Вот с этим гренадером и пошел Егор к Христианской Заутрене в тюремную церковь. Церковь небольшая, но как все церкви на Руси, для праздника украшена, вся в цветах и зелени. Приходят сюда с воли не только простолюдины, но и генералы в звездах и раздушенные дамы в белых платьях. Заранее уговариваются с тюремным начальством, чтобы избежать жары и духоты в переполненном соборе или в других церквах. Все переполнено и здесь еще задолго до заутрени. Служат два священника, один в алтаре, другой исповедует.

Гренадер надел свой черный мундир с красными кантами и красными нашивками на рукавах, а груди и медали и Георгиевский крест. Егор в новой своей темно-серой курточке, брючки навыпуск. Он ведь получает теперь шесть рублей шестьдесят шесть копеек в месяц. До плеча высокого гвардейца он далеко еще не дорос, но нравится он гренадеру, тот ведет, тот тут командует. Они становятся позади всех, в уголку, пока идут приготовления и уносят Плащаницу. Все знакомо, все известно, все, как везде, но здесь особенно все трогает и волнует. Ведь сюда, вот и придет Христос Сам, к обремененным и отверженным.

Вот начал освещаться темный храм. Все больше, все светлее. У каждого горит свеча. Поднимаются хоругви, разбираются иконы людьми с воли. Крестный ход будет в тюрьме, но арестантов не выведут, пока крестный ход опять не войдет в церковь, уже под радостные возгласы: "Христос воскресе!"

И вот тут... Тут будет то, чего нигде, ни в каких храмах на воле не бывает. В церкви радостное, почти непрерывное пение, а откуда-то из глубины, как будто из-под земли наверх, слышатся и нарастают размерные шумы. Все ближе, громче. И хотя ручные кандалы в эту ночь даже с самых отчаянных каторжан сняли, а ножные подвязаны так, чтобы не гремели, все же в твердой, гулкой поступи семидесяти арестантов нарастает и приближается страшная сила вот в этом!

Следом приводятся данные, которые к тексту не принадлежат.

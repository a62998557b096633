import type { Complaint, ReadSettings, Refusal } from './expression.ts';
import { type Entry, findEntry, findWord, type TokenKind } from './token-table.ts';

export interface Token {
  readonly kind: TokenKind;
  /** Digits, the letter or the function in its canonical spelling; the words of a `\text`. */
  text: string;
  start: number;
  readonly end: number;
  /** A spacing command such as `\,` stands before it. */
  readonly gap: boolean;
  /** `l` where `\left` sized it, `r` where `\right` did. */
  readonly side: string;
}

/** Most characters of a line. */
export const MOST_CHARACTERS = 4000;

/** Why the line was refused: what `refuse` threw last, never thrown beyond the reader. */
export let refusal: Refusal;

/** The line being read: one at a time, so its state is that of the module. */
export let source = '';
export let settings: ReadSettings;
export let tokens: Token[] = [];
/** The kinds of the tokens, one character each. */
export let kinds = '';
/** A run of four letters or more that names no function. */
export let hasLongRun = false;

let at = 0;
let gap = false;
let side = '';
/** Where the `\left` or its like begins that sizes the next token; null where there is none. */
let sized: number | null = null;
/** Closing braces that group nothing. */
let passedOver: number[];

/** Cuts a line into tokens; the last one is the end of the line. Refuses what is no part of a line. */
export const tokenize = (tex: string, how: ReadSettings): void => {
  source = tex.slice(0, MOST_CHARACTERS);
  settings = how;
  tokens = [];
  passedOver = [];
  kinds = side = '';
  sized = null;
  hasLongRun = gap = false;
  at = 0;
  if (tex.length > MOST_CHARACTERS) refuse('characters', MOST_CHARACTERS, tex.length);
  while (skipBlanks()) readToken();
  push('$', '', at);
};

/** Ends the reading: what was expected from one place to another. */
export const refuse: (complaint: Complaint, start: number, end?: number) => never = (complaint, start, end = at) => {
  throw (refusal = { complaint, span: { start, end }, tex: source });
};

const push = (kind: TokenKind, text: string, start: number, end = at): void => {
  if (sized !== null && !/[()[\]sz|⌈-⌋/‹›]/.test(kind)) refuse('(', sized);
  tokens.push({ kind, text, start: sized ?? start, end, gap, side });
  kinds += kind;
  gap = false;
  side = '';
  sized = null;
};

/** Does the sticky pattern fit here? */
const sees = (pattern: RegExp): boolean => {
  pattern.lastIndex = at;
  return pattern.test(source);
};

/** Takes what fits the sticky pattern here; empty where nothing does. */
const take = (pattern: RegExp): string => {
  const start = at;
  if (sees(pattern)) at = pattern.lastIndex;
  return source.slice(start, at);
};

/** False at the end of the line. */
const skipBlanks = (): boolean => {
  for (;;) {
    const code = source.charCodeAt(at);
    // A blank, or one of the controls from tab to return.
    if (code !== 32 && !(code > 8 && code < 14)) return at < source.length;
    at += 1;
  }
};

/** A command or a single character. */
const PIECE = /\\(?:[a-zA-Z]+|[^])|[^]/y;

/** The braced text after a command, without its braces; a single character or command where there are none. */
const rawArgument = (): string => {
  skipBlanks();
  const start = at;
  let depth = 0;
  do {
    const piece = take(PIECE);
    if (!piece && depth > 0) refuse('}', start);
    if (piece === '{') depth += 1;
    if (piece === '}') depth -= 1;
  } while (depth > 0);
  return source[start] === '{' ? source.slice(start + 1, at - 1) : source.slice(start, at);
};

const readToken = (): void => {
  const start = at;
  if (isLetter(source.charCodeAt(at))) readWords(start);
  else if (isDigit(at) || (source[at] === '.' && isDigit(at + 1))) readNumber(start);
  else if (passedOver.includes(at)) at += 1;
  else readSign(start);
};

const isLetter = (code: number): boolean => (code > 64 && code < 91) || (code > 96 && code < 123);

const isDigit = (place: number): boolean => {
  const code = source.charCodeAt(place);
  return code > 47 && code < 58;
};

/** `\left`, `\mright`, `\middle`, `\big`, `\Biggl` and their like. */
const SIZED = /^\\(?:m?(l)eft|m?(r)ight|middle|[bB]igg?(?:([lr])|m)?)$/;

const SIGN = /\\(?:[a-zA-Z]+|[^]?)|\*\*|[=<>:]=|[=-]>|[⁰¹²³⁴-⁹]+|[^]/uy;

/** A command, or a sign of one or two characters. */
const readSign = (start: number): void => {
  const char = source[start]!;
  const isPair = '=>*'.includes(source.charAt(at + 1));
  const name = isPair || char === '\\' || char > '~' ? take(SIGN) : source[at++]!;
  const entry = findEntry(name) ?? (/^\\?\s/.test(name) ? findEntry('~') : undefined);
  if (entry) return readEntry(entry, name, start);
  const sides = SIZED.exec(name);
  const typed = name.normalize('NFKD');
  if (sides) readSized(sides.slice(1).join(''), start);
  else if (/^[⁰¹²³⁴-⁹]/.test(name)) push('2', typed, start);
  else if (/^[¼-¾⅓-⅞]/.test(name)) push('F', typed, start);
  else refuse('known', start);
};

/** What may stand before the argument of a command. */
const OPTIONS: Partial<Record<TokenKind, RegExp>> = {
  H: /\s*\[[^\]]*\]/y,
  M: /\*/y,
  N: /\[-?[\d.]+ *[a-z]{2}\]/y,
};

const readEntry = ({ kind, text }: Entry, name: string, start: number): void => {
  if (!'hABDEHMNSTXnv~'.includes(kind)) return push(kind, text, start);
  const options = OPTIONS[kind];
  if (options) take(options);
  const argument = 'NSXv~'.includes(kind) ? '' : rawArgument().trim();
  switch (kind) {
    case 'S':
    case 'h':
      return;
    case '~':
      gap = true;
      return;
    case 'X':
      return passOver();
    case 'v':
      return splitGroup(text, start);
    case 'M':
      return readStyled(argument, name, start);
    case 'D':
      return pushMeant(`\\${argument}`, 'R', start);
    case 'n':
      return pushMeant(name + argument, '<∈', start);
    case 'T':
      return push('T', argument.replace(/[\s,.:~]+|\\[,;: ]/g, ' ').trim(), start);
    case 'A':
      if (!/^\\?[a-zA-Z]$|^\\[a-zA-Z]+$/.test(argument)) refuse('known', start);
      return push('a', `${name}{${argument}}`, start);
  }
  if (kind === 'B' && argument === 'array') rawArgument();
  push(kind, argument, start);
};

/** `\boxed{..}` and `\cancel{..}` only adorn what they hold: their braces are passed over. */
const passOver = (): void => {
  const from = at;
  rawArgument();
  if (source[at - 1] === '}') passedOver.push(at - 1);
  at = source[from] === '{' ? from + 1 : from;
};

/** `{n\over k}` becomes `\frac{n}{k}`, and so for binomials: the sign goes before the group that it parts in two. */
const splitGroup = (sign: TokenKind, start: number): void => {
  let open = tokens.length;
  let depth = 0;
  do {
    open -= 1;
    if (kinds[open] === '}') depth += 1;
    if (kinds[open] === '{') depth -= 1;
  } while (open >= 0 && depth >= 0);
  const brace = tokens[open];
  if (!brace || brace.text === SPLIT) refuse('known', start);
  tokens.splice(open, 0, { ...brace, kind: sign, end: brace.start });
  kinds = kinds.slice(0, open) + sign + kinds.slice(open);
  push('}', '', start);
  push('{', SPLIT, start);
};

/** The text of a brace that stands for an `\over`: a group is parted only once. */
const SPLIT = 'over';

/** `\left(`: the delimiter carries its side and the span of both. */
const readSized = (found: string, start: number): void => {
  skipBlanks();
  sized = start;
  if (take(/\./y)) push(found === 'l' ? '‹' : '›', '', start);
  else side = found;
};

/** A sign that is written with two commands, such as `\not\in`; it has to be of one of these kinds. */
const pushMeant = (name: string, some: string, start: number): void => {
  const entry = findEntry(name);
  if (!entry || !some.includes(entry.kind)) refuse('known', start);
  push(entry.kind, entry.text, start);
};

/** `\mathrm{..}` and `\operatorname{..}`: a function, an upright d, e or i, or one letter. */
const readStyled = (argument: string, style: string, start: number): void => {
  const word = argument.replace(/\s|\\[,;:! ]/g, '');
  if (/^[ei]$/.test(word) && style !== '\\mathit') push(word, word, start);
  else if (/^[a-zA-Z]$/.test(word)) push('a', word, start);
  else pushMeant(`\\${word}`, 'flLV', start);
};

const PHRASE = /(?:no (?:real )?solutions?|all real(?: numbers)?|always true)(?![a-z])|let(?= )/iy;
/** The short names are found before one more letter, as in `sinx`; any name before what it applies to. */
const SHORT = /^(?:sin|cos|tan|ln|log|sqrt)(?=.$)/;
/** These are words only where they stand alone. */
const ALONE = /^(?:or|and|pi|infinity)$/;

/** Letters typed without a backslash: a word that names a function or joins statements, else one letter each. */
const readWords = (start: number): void => {
  do at += 1;
  while (isLetter(source.charCodeAt(at)));
  const end = at;
  // `\frac lg` is l over g: without braces a fraction takes single letters.
  if (end === start + 1 || (/[FC]$/.test(kinds) && !tokens.at(-1)!.text.includes('⁄'))) {
    at = start + 1;
    return push('a', source[start]!, start);
  }
  at = start;
  const phrase = take(PHRASE);
  if (phrase) return push('T', phrase, start);
  at = end;
  for (let from = start; from < end - 1 && from < start + 64; from += 1) {
    const rest = source.slice(from, end);
    const isWhole = from === start || (!ALONE.test(rest) && sees(/\s*(?:[(^_\d]|\\left)/y));
    const name = isWhole && findWord(rest) ? rest : SHORT.exec(rest)?.[0];
    if (!name) continue;
    const { kind, text } = findWord(name)!;
    pushLetters(start, from);
    push(kind, text, from, from + name.length);
    return pushLetters(from + name.length, end);
  }
  if (end > start + 3) hasLongRun = true;
  pushLetters(start, end);
};

const pushLetters = (from: number, to: number): void => {
  for (let place = from; place < to; place += 1) push('a', source[place]!, place, place + 1);
};

/** A group of three digits, and the decimal mark where decimals follow, as the class writes them. */
const MARKS = {
  point: { group: /(?:\\,|\{,\})\d{3}(?!\d)/y, decimal: /(?:\.|\{\.\})(?=\d|\\(?:overline|dot|bar))/y },
  comma: { group: /(?:\\,|\.|\{\.\})\d{3}(?!\d)/y, decimal: /(?:,|\{,\})(?=\d|\\(?:overline|dot|bar))/y },
};

/**
 * A number, as `12`, `3.5` or `0.1(6)` in the token's text: digits that are displayed next to each other belong
 * together, so blanks between them do not count, and `{,}` or `\,` may group thousands.
 */
const readNumber = (start: number): void => {
  const { group, decimal } = MARKS[settings.decimal];
  let text = digits() || '0';
  for (let more = text.length < 4; more;) {
    const three = take(group).slice(-3);
    text += three;
    more = three !== '';
  }
  if (take(decimal)) {
    text += '.' + digits() + repeating();
    if (take(/\.\./y)) refuse('digits', start);
  } else if (take(/\.(?=\d)/y)) refuse('decimal', start);
  push('0', text, start);
};

/** Digits up to the first other character; blanks are jumped over only when a digit follows. */
const digits = (): string => take(/(?:[ \t-\r]*\d)+/y).replace(/\s/g, '');

/** `\overline{36}`, `\dot3` or `\dot1 4\dot7` after the decimal point, as `(36)`. */
const repeating = (): string => {
  const start = at;
  const mark = take(/\\(?:overline|dot|bar)/y);
  if (!mark) return '';
  let period = rawArgument().trim();
  if (mark === '\\dot') {
    const between = digits();
    if (take(/\\dot/y)) period += between + rawArgument().trim();
    else if (between) refuse('dot', start);
  }
  if (!/^\d{1,200}$/.test(period)) refuse('repeating', start);
  return `(${period})`;
};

- Тр-ах, тр-рах, трах, трах!

Дверь в отгороженное от частной публики место широко распахивает стражник, загородка заполняется людьми во всем сером, многие с бритыми наполовину головами.

- Тр-ах, тр-рах, тр-рах! - все затихает по команде, которой даже не слышно.

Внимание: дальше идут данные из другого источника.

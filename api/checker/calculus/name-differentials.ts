import type { Expr, Line } from '../../../shared/maths/expression.ts';
import { lettersOf } from '../../../shared/maths/letters.ts';
import { childrenOf, exprsOf, mapLine } from '../../../shared/maths/walk.ts';
import { differentialsIn, isDifferential, withoutDifferentials } from './differentials.ts';
import { rateExpr, rateNamed } from './rates.ts';

/** A pair of letters that the derivation is about: y and the x that it depends on. */
interface Pair {
  readonly of: string;
  readonly by: string;
}

/**
 * Lines such as dy/y = x dx of a derivation about dy/dx, with dx as 1 and dy as dy/dx: so they are equations for that rate.
 * All other lines stay as they are.
 */
export function nameDifferentials(lines: readonly (Line | null)[]): readonly (Line | null)[] {
  const [first] = lines;
  if (!first || first.kind === 'expression' || first.kind === 'definition') return lines;
  const pairs = lines.flatMap((line) => (line ? pairsOf(line) : []));
  if (pairs.length === 0) return lines;
  return lines.map((line) => line && nameIn(line, pairs));
}

function nameIn(line: Line, pairs: readonly Pair[]): Line {
  if (line.kind === 'all' || line.kind === 'any')
    return { ...line, parts: line.parts.map((part) => nameIn(part, pairs)) };
  if (line.kind !== 'relation' || line.sign !== '=') return line;
  const names = new Set([...differentialsIn(line.left), ...differentialsIn(line.right)]);
  const pair = pairs.find(({ of, by }) => names.size === 2 && names.has(of) && names.has(by));
  if (!pair || ![line.left, line.right].every(isOfFirstDegree)) return line;
  return mapLine(line, (expr) => withoutDifferentials(expr, [pair.of, pair.by], rateExpr({ ...pair, order: 1 })));
}

/** From dy/dx, and from an equation of two integrals. */
function pairsOf(line: Line): Pair[] {
  const rates = lettersOf(line).flatMap((name) => rateNamed(name) ?? []);
  if (rates.length > 0) return rates;
  const variables = exprsOf(line).map(integralVariables);
  const [a, b] = variables.flat();
  if (line.kind !== 'relation' || variables.flat().length !== 2 || a === undefined || b === undefined || a === b)
    return [];
  if (usuallyFree.has(b)) return [{ of: a, by: b }];
  return usuallyFree.has(a) ? [{ of: b, by: a }] : [];
}

const usuallyFree: ReadonlySet<string> = new Set(['x', 't', '\\theta']);

function integralVariables(expr: Expr): string[] {
  const inside = childrenOf(expr).flatMap(integralVariables);
  return expr.kind === 'integral' && !expr.from ? [expr.variable, ...inside] : inside;
}

/** Each term has one differential, as a factor and not below. */
function isOfFirstDegree(expr: Expr): boolean {
  const degree = degreeOf(expr);
  return degree === 1 || (degree === 0 && expr.kind === 'number' && expr.numerator === 0n);
}

function degreeOf(expr: Expr): number | null {
  if (differentialsIn(expr).length === 0) return hasLooseD(expr) ? null : 0;
  switch (expr.kind) {
    case 'sum': {
      const degrees = new Set(expr.terms.map((term) => degreeOf(term.expr)));
      return degrees.size === 1 ? ([...degrees][0] as number | null) : null;
    }
    case 'product': {
      let total = 0;
      for (const [k, factor] of expr.factors.entries()) {
        if (isDifferential(expr.factors, k)) total += 1;
        else if (!isDifferential(expr.factors, k + 1)) {
          const degree = degreeOf(factor);
          if (degree === null) return null;
          total += degree;
        }
      }
      return total;
    }
    case 'quotient':
      return degreeOf(expr.denominator) === 0 ? degreeOf(expr.numerator) : null;
    default:
      return null;
  }
}

function hasLooseD(expr: Expr): boolean {
  return lettersOf(expr).includes('d');
}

И вдруг, в ответ на слова священника: "Христос воскресе", раздается потрясающее стены острога: "Воистину воскресе!"

Нет, тут радоваться нету сил. Егорка не читал еще Достоевского, а когда будет читать его "Мертвый Дом", он увидит многое, чего он здесь не видел, но не найдет у Достоевского многого, что не только глазами, сколько сердцем он здесь почуял.

Впереди длинной полуроты арестантов, стоявших рядами по пять человек, выделился один, повернулся лицом к остальным, в руке у него что-то блеснуло. Все начальство начеку. Сегодня из тюремной стражи ни один не имеет права молиться. В руке арестанта камертон, он подал тон, и как огнем полоснуло по сердцам и душам всех затихших в храме.

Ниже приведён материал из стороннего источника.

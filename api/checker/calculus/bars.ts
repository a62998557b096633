import type { Expr } from '../../../shared/maths/expression.ts';
import { sameExpr } from '../../../shared/maths/same.ts';
import { childrenOf, mapExpr } from '../../../shared/maths/walk.ts';
import type { CheckContext } from '../context.ts';
import * as Q from '../numbers/rational.ts';
import { isKnown, isReal } from '../values/arithmetic.ts';
import { evaluate } from '../values/evaluate.ts';
import { signOf } from '../values/powers.ts';
import { addExprs, mulExprs, negateExpr, numberOf, rationalExpr, subExprs } from './build.ts';
import { cutsAtZeros } from './continuity.ts';
import { isFree, linearIn } from './integrand.ts';

type DefiniteExpr = Extract<Expr, { kind: 'integral' }>;

/** A part with a corner or a jump: what it is between its cuts, by the value of `turns` there. */
interface Corner {
  readonly part: Expr;
  /** Zero at the cuts; for a floor, whole there. */
  readonly turns: Expr;
  readonly isStep: boolean;
}

/**
 * An integral with bars, a maximum or minimum, a sign or a floor in it as integrals without, from cut to cut; null where
 * these are not known.
 */
export function withoutBars(node: DefiniteExpr, context: CheckContext): Expr[] | null {
  const { integrand, variable, from, to } = node;
  const [corner] = from && to ? cornersIn(integrand, variable) : [];
  if (!from || !to || !corner) return null;
  const cuts = corner.isStep
    ? cutsAtWholes(corner.turns, variable, from, to, context)
    : cutsAtZeros(corner.turns, variable, from, to, context);
  if (!cuts) return null;
  const pieces: Expr[] = [];
  for (let k = 0; k + 1 < cuts.length; k += 1) {
    const [low, high] = [cuts[k] as Expr, cuts[k + 1] as Expr];
    const middle = evaluate(mulExprs(numberOf(1, 2), addExprs(low, high)), new Map(), 96, context);
    const at = new Map(isKnown(middle) ? [[variable, middle]] : []);
    const opened = isKnown(middle) ? openedAt(corner, at, context) : null;
    if (!opened) return null;
    const inner = mapExpr(integrand, (part) => (sameExpr(part, corner.part) ? opened : part));
    pieces.push({ ...node, integrand: inner, from: low, to: high });
  }
  return pieces;
}

/** What the part is on the whole piece, by its middle. */
function openedAt(
  { part, turns, isStep }: Corner,
  at: Parameters<typeof evaluate>[1],
  context: CheckContext,
): Expr | null {
  if (isStep) {
    const value = evaluate(part, at, 96, context);
    return isKnown(value) && value.kind === 'rational' ? rationalExpr(value.value) : null;
  }
  const value = evaluate(turns, at, 96, context);
  const sign = isKnown(value) && isReal(value) ? signOf(value) : null;
  if (!sign || part.kind !== 'call') return null;
  const [a, b] = part.args;
  switch (part.name) {
    case 'abs':
      return sign > 0 ? turns : negateExpr(turns);
    case 'sign':
      return numberOf(sign);
    case 'max':
      return (sign > 0 ? a : b) ?? null;
    default:
      return (sign > 0 ? b : a) ?? null;
  }
}

/** The innermost ones. */
function cornersIn(expr: Expr, letter: string): Corner[] {
  const inside = childrenOf(expr).flatMap((part) => cornersIn(part, letter));
  const own = cornerOf(expr, letter);
  return own ? [...inside, own] : inside;
}

function cornerOf(expr: Expr, letter: string): Corner | null {
  if (expr.kind !== 'call' || isFree(expr, letter)) return null;
  const [a, b, ...more] = expr.args;
  switch (expr.name) {
    case 'abs':
    case 'sign':
      return a ? { part: expr, turns: a, isStep: false } : null;
    case 'max':
    case 'min':
      return a && b && more.length === 0 ? { part: expr, turns: subExprs(a, b), isStep: false } : null;
    case 'floor':
    case 'ceil':
      return a ? { part: expr, turns: a, isStep: true } : null;
    default:
      return null;
  }
}

const mostSteps = 40n;

/** The stretch cut where something linear is a whole number. */
function cutsAtWholes(turns: Expr, variable: string, from: Expr, to: Expr, context: CheckContext): Expr[] | null {
  const linear = linearIn(turns, variable);
  const values = linear && [linear.slope, linear.constant, from, to].map((expr) => exactValue(expr, context));
  if (!values?.every((value) => value !== null)) return null;
  const [slope, constant, low, high] = values as [Q.Rational, Q.Rational, Q.Rational, Q.Rational];
  const [first, last] = [low, high].map((x) => Q.add(Q.mul(slope, x), constant)) as [Q.Rational, Q.Rational];
  const isRising = Q.compare(first, last) < 0;
  const [least, most] = isRising ? [first, last] : [last, first];
  const inner: Q.Rational[] = [];
  if (Q.floor(most) - Q.floor(least) > mostSteps) return null;
  for (let k = Q.floor(least) + 1n; Q.compare(Q.rational(k), most) < 0; k += 1n)
    inner.push(Q.div(Q.sub(Q.rational(k), constant), slope));
  return [from, ...(isRising ? inner : inner.reverse()).map(rationalExpr), to];
}

function exactValue(expr: Expr, context: CheckContext): Q.Rational | null {
  const value = evaluate(expr, new Map(), 96, context);
  return isKnown(value) && value.kind === 'rational' ? value.value : null;
}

- На божественной страже! Богоглаголивый Аввакум!..

Никогда, ни раньше, ни после, - да и где ему, Егорке, это слышать? - не слыхал и не услышит он такого божественного хора! Как, значит, они там у себя по камерам, готовили, как и когда так разучили?

- Да станет с ними и покажет светоносна Ангела, ясно глаголюща: Днесь спасение миру! Яко воскресе Христос! Яко всесилен.

Егорка уткнулся в самый уголок и прячет слезы. Он не знает, почему ему плачется, но он не может забыть растерзанной на куски девушки... Нет, нельзя, это грешно вспоминать!

Позади всех молящихся толкотня: толстая женщина, вся в черном, спорит со стражником. И слышно, как она громким шепотом что-то доказывает.

- А куда же я их больше поведу? Их нигде больше не пускают...

Егорка вытянул шею, женщина повернулась лицом к свету. В глазах ее покаянная дрожит слеза. За нею вереница ее девиц, все в черном. Вот это кто!.. Вереница в черном упорно пробивается вперед и там, вдоль арестантской изгороди, все падают на колени. Этого на Пасхе не полагается, но они стоят на коленях и не встают, а их водительница пробивается еще дальше. Она хочет видеть священника, и вот он выходит в одной епитрахили. Значит... Значит все они пришли сюда исповедаться!..

- Снизошел еси в преисподняя земли!..

Хор арестантов будто понял лучше всех и глубже всех то, что тут происходит. И звучит он хором ангелов, победным, которого никогда, никогда забыть нельзя!

Нет, не умел еще Егорка радоваться даже Пасхе Христовой! Печаль он понесет отсюда, тяжкую, неизлечимую рану скорби в жизнь.